-------- Provided data

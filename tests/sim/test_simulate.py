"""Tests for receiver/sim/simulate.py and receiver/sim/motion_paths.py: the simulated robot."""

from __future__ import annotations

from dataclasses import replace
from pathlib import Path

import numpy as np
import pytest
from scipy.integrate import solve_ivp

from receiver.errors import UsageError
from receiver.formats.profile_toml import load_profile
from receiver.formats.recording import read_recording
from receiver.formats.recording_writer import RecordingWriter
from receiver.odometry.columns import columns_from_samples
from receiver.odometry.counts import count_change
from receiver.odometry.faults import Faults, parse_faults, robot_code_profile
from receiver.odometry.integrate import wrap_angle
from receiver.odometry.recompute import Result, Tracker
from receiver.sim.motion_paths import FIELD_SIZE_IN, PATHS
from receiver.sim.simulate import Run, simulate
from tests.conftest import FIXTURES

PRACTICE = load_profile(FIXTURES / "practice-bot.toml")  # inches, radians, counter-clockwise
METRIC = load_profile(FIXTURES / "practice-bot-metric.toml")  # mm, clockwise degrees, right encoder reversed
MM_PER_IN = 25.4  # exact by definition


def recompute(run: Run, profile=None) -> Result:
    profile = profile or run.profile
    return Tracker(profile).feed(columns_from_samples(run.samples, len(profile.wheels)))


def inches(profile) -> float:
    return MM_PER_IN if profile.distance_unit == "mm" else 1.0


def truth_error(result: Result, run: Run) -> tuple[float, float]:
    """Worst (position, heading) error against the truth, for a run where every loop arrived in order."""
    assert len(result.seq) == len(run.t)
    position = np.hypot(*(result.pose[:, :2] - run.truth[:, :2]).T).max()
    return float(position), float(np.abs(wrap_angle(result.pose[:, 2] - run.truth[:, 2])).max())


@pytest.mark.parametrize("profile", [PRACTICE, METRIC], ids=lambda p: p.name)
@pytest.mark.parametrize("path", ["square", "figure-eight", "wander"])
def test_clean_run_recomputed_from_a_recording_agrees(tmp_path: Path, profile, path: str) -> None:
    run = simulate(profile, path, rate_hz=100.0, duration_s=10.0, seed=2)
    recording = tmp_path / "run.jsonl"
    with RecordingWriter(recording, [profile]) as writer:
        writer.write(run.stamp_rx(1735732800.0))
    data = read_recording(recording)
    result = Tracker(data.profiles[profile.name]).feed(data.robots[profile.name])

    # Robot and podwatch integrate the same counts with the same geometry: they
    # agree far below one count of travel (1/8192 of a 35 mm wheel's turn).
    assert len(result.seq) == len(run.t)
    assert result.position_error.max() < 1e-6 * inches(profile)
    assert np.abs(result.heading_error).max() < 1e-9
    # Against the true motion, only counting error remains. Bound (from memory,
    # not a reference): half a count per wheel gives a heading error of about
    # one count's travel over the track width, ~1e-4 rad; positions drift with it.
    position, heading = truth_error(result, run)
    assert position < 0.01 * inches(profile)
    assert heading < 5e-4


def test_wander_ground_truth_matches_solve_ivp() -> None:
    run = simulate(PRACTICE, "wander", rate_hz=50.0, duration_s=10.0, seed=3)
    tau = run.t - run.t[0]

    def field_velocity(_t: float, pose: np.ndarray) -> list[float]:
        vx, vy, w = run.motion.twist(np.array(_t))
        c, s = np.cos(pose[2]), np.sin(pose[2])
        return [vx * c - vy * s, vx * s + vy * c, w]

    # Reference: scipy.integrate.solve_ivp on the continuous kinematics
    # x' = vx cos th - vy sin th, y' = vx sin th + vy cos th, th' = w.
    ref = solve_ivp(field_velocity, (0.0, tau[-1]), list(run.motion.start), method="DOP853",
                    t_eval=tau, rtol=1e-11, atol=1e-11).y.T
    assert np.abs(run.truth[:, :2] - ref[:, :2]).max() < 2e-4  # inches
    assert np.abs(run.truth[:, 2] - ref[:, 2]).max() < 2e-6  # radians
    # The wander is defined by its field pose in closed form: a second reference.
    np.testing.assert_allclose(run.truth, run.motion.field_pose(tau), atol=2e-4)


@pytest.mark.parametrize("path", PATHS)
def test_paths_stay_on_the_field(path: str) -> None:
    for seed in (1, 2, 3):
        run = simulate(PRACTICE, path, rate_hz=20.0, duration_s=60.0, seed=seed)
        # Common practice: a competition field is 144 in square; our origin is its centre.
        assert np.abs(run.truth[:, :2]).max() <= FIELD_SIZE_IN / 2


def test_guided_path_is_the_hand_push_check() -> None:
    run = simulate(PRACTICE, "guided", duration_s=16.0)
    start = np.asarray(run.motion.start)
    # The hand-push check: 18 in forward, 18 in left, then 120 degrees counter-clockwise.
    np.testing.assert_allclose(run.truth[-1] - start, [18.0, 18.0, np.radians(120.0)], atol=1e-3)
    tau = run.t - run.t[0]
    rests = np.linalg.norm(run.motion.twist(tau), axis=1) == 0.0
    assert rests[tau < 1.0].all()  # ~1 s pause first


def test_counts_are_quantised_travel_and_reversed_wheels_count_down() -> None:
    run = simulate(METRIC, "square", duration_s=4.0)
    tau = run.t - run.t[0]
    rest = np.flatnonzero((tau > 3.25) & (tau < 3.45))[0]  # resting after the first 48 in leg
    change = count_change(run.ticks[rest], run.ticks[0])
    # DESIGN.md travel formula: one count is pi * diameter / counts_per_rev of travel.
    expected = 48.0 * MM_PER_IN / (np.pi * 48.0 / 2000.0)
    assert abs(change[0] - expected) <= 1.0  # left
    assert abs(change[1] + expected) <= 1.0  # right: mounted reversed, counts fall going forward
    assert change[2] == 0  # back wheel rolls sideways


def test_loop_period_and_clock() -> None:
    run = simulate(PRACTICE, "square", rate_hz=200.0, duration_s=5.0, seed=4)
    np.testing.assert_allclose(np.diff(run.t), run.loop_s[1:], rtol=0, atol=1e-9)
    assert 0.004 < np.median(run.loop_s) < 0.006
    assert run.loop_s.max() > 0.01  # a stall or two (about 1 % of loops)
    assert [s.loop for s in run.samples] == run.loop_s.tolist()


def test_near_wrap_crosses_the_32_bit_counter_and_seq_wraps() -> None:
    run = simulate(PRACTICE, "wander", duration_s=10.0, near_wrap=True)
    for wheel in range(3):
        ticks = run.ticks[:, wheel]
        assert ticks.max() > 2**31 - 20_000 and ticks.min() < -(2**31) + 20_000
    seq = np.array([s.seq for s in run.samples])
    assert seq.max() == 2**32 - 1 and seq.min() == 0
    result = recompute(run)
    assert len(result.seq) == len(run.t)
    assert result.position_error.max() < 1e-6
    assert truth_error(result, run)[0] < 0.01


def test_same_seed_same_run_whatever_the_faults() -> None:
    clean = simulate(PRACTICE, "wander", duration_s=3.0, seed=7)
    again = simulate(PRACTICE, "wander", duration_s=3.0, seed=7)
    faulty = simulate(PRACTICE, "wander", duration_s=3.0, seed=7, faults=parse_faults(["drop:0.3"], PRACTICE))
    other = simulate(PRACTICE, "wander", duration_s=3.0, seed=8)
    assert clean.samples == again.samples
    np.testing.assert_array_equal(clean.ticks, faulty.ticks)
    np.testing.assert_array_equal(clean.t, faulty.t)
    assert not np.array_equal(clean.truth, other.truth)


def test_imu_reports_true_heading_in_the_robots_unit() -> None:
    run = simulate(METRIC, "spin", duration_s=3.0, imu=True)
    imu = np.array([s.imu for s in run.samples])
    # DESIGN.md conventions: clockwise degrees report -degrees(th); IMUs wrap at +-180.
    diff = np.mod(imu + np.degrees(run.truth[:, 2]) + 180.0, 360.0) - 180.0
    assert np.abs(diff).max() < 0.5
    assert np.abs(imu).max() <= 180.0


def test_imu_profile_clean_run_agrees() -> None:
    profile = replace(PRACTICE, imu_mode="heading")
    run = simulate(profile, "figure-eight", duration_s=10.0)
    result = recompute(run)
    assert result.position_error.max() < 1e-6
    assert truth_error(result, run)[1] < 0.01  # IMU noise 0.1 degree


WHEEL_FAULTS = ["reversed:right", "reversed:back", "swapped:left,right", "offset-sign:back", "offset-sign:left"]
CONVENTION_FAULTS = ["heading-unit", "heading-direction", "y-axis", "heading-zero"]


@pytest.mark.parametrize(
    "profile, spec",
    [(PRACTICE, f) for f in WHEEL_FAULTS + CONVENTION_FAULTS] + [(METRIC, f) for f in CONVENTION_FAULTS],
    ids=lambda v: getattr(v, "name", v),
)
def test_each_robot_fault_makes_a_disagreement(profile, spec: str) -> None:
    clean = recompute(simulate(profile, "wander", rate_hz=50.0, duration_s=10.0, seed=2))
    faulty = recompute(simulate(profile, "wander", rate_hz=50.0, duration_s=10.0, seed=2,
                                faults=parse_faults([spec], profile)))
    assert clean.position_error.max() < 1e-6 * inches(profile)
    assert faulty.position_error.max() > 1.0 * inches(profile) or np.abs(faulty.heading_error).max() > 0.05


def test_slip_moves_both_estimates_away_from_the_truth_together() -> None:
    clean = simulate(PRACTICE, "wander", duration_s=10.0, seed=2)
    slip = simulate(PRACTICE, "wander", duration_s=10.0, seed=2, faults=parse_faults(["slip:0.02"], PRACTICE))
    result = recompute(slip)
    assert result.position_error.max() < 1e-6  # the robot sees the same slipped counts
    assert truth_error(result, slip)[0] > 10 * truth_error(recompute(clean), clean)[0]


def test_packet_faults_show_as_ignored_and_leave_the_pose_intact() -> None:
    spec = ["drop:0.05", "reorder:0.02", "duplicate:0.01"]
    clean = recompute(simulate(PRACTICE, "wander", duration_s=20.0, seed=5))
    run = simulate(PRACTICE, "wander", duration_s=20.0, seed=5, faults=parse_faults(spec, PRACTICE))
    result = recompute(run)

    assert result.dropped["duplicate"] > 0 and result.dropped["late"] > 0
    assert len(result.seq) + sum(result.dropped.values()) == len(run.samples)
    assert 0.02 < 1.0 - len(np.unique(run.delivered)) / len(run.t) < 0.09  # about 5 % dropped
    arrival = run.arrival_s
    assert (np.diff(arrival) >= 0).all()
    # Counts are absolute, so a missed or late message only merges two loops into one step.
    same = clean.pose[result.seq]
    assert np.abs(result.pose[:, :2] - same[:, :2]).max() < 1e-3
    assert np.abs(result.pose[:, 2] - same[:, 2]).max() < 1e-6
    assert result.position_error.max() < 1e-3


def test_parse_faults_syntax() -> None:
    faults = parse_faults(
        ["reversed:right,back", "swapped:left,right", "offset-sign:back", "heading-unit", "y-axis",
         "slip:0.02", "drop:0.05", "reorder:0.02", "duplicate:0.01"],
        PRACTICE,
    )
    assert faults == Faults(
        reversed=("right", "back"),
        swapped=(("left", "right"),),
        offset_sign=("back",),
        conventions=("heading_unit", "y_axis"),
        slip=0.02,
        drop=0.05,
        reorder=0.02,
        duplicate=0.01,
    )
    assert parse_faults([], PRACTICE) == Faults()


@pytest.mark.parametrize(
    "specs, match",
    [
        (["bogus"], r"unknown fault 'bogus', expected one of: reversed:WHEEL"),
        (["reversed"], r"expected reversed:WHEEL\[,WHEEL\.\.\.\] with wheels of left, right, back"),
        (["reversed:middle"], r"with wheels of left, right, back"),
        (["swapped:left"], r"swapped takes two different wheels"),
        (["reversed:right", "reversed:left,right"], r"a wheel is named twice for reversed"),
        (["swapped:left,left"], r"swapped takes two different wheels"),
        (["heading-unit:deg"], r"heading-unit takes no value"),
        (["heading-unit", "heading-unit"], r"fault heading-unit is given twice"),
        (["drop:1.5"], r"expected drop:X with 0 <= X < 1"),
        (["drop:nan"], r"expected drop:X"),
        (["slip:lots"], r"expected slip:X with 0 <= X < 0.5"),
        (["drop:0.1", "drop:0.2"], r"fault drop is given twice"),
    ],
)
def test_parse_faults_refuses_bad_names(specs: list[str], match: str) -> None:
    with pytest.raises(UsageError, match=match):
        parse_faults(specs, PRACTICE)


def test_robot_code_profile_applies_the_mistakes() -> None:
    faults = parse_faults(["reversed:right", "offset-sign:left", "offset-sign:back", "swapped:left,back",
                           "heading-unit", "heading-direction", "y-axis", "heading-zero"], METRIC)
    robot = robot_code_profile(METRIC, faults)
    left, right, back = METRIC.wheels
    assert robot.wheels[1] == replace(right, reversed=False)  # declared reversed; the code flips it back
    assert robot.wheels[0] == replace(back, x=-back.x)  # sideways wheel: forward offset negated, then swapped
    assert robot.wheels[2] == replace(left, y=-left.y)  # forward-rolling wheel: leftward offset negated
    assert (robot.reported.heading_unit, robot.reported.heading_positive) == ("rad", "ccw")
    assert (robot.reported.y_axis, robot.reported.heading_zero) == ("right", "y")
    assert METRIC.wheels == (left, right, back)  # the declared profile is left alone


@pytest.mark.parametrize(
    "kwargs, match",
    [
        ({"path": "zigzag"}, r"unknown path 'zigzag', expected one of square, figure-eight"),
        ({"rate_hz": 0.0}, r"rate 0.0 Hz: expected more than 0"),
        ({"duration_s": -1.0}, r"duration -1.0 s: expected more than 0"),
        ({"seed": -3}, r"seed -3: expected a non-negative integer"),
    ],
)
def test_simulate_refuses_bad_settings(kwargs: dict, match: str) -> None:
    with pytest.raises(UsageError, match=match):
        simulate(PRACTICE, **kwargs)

----------------
-------- Provided data

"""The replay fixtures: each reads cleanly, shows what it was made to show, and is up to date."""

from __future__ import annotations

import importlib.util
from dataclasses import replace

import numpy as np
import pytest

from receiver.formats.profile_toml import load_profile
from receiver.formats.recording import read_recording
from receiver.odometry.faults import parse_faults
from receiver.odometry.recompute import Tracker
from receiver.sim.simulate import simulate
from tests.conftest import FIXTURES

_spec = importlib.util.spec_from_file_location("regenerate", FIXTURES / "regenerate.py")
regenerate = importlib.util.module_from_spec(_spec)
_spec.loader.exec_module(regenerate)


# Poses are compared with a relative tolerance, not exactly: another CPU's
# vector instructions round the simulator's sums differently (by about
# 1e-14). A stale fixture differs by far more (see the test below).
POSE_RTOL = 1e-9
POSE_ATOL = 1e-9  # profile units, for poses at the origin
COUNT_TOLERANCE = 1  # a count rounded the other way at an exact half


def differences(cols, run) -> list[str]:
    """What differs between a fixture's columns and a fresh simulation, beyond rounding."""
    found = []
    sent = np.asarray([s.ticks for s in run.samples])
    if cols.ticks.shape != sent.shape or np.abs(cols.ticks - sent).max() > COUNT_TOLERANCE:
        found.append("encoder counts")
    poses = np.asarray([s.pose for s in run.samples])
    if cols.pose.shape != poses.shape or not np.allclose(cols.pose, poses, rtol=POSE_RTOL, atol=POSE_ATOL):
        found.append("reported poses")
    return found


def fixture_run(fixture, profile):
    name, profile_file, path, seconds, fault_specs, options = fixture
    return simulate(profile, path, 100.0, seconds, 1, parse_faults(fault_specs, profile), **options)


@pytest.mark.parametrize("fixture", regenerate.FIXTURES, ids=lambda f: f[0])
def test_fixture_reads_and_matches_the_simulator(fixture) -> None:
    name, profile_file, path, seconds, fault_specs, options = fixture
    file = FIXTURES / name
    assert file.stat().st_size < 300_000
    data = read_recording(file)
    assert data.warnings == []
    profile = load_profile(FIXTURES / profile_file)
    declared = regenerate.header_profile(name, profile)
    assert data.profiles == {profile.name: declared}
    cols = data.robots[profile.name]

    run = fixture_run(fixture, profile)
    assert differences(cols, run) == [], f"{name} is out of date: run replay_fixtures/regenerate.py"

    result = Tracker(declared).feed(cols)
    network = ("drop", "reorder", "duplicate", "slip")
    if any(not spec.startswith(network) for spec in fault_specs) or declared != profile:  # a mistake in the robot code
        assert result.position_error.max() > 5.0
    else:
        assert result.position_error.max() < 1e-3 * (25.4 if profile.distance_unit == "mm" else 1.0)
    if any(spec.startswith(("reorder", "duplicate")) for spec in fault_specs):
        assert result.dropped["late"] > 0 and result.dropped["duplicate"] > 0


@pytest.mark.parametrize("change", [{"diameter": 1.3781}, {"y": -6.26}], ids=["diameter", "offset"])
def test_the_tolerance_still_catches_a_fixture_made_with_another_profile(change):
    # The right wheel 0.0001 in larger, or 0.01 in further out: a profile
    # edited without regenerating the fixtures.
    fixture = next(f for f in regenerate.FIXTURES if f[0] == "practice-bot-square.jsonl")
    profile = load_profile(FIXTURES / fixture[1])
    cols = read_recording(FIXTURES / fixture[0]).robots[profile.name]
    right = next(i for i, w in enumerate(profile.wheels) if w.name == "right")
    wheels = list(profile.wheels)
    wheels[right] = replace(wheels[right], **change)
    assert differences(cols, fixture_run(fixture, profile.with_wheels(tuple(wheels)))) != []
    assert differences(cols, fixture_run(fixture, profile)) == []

----------------
-------- Provided data

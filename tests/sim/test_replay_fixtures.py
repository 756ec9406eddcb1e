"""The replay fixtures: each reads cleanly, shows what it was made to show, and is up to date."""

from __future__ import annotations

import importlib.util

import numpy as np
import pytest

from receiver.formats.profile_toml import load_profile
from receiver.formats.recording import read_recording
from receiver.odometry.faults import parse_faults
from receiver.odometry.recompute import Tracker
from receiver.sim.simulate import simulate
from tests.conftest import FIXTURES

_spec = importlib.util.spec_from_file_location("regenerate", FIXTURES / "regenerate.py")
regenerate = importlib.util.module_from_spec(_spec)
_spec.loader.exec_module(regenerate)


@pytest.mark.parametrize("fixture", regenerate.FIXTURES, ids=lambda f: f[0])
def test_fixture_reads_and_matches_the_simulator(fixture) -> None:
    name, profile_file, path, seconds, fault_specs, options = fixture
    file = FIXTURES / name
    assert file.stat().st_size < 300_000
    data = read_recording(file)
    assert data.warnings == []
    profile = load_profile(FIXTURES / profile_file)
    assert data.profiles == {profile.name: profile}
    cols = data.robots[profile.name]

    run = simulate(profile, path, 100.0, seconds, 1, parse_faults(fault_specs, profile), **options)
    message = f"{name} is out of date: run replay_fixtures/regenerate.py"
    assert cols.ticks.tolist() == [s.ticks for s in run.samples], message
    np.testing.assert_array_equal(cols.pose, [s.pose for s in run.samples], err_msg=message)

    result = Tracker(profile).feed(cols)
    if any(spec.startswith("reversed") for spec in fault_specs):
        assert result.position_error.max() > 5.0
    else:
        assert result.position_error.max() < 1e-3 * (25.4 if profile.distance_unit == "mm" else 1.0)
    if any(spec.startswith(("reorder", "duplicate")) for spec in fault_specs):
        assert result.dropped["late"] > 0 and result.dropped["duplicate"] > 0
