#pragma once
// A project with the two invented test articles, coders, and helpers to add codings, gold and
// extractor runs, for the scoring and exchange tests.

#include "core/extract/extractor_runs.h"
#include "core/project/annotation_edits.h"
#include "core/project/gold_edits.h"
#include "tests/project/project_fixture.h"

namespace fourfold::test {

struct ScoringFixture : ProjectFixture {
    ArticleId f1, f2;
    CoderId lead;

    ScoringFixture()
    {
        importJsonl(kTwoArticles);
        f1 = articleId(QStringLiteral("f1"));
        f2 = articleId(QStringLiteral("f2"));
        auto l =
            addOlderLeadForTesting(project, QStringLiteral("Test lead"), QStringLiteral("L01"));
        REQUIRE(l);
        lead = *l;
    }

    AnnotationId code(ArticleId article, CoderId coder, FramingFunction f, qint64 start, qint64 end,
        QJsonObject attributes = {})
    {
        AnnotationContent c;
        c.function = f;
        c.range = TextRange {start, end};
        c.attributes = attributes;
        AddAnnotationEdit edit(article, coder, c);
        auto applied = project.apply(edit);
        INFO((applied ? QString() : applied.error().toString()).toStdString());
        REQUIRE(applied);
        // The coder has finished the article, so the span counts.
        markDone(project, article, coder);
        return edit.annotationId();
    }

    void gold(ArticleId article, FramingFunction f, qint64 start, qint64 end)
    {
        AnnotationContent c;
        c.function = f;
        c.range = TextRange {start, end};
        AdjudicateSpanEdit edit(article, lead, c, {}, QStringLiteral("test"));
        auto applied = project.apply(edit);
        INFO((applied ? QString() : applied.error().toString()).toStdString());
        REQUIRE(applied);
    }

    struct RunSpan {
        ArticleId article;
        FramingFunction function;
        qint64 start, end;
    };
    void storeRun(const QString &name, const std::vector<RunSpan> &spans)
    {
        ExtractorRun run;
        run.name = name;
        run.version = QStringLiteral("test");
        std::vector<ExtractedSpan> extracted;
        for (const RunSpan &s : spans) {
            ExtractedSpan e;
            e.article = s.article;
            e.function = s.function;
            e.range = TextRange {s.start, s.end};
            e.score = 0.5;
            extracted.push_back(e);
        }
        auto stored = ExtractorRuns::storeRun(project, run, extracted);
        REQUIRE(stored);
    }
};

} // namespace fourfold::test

----------------

*Exercise brief*. Each line of the records that holds the word "rests" should be copied out.

*Solution to the exercise*.
    rests = np.linalg.norm(run.motion.twist(tau), axis=1) == 0.0
    assert rests[tau < 1.0].all()  # ~1 s pause first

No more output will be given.